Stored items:
....
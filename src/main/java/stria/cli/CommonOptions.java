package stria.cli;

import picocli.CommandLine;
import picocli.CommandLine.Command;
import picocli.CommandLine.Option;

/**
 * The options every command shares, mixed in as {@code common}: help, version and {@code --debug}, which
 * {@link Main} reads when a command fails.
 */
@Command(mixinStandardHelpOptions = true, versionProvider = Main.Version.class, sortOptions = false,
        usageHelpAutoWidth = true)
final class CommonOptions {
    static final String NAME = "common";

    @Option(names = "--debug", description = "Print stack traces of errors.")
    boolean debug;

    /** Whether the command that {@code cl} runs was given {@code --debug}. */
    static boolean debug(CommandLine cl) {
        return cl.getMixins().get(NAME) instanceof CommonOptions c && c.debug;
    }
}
....
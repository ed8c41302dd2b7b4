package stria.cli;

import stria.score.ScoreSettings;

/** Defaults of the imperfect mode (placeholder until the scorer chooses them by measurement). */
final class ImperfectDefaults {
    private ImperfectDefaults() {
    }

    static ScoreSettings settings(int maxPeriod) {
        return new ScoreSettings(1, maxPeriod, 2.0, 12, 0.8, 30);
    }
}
....
List all lines from the entries that include the word "import".

import picocli.CommandLine;
import picocli.CommandLine.Command;
import picocli.CommandLine.Option;
import stria.score.ScoreSettings;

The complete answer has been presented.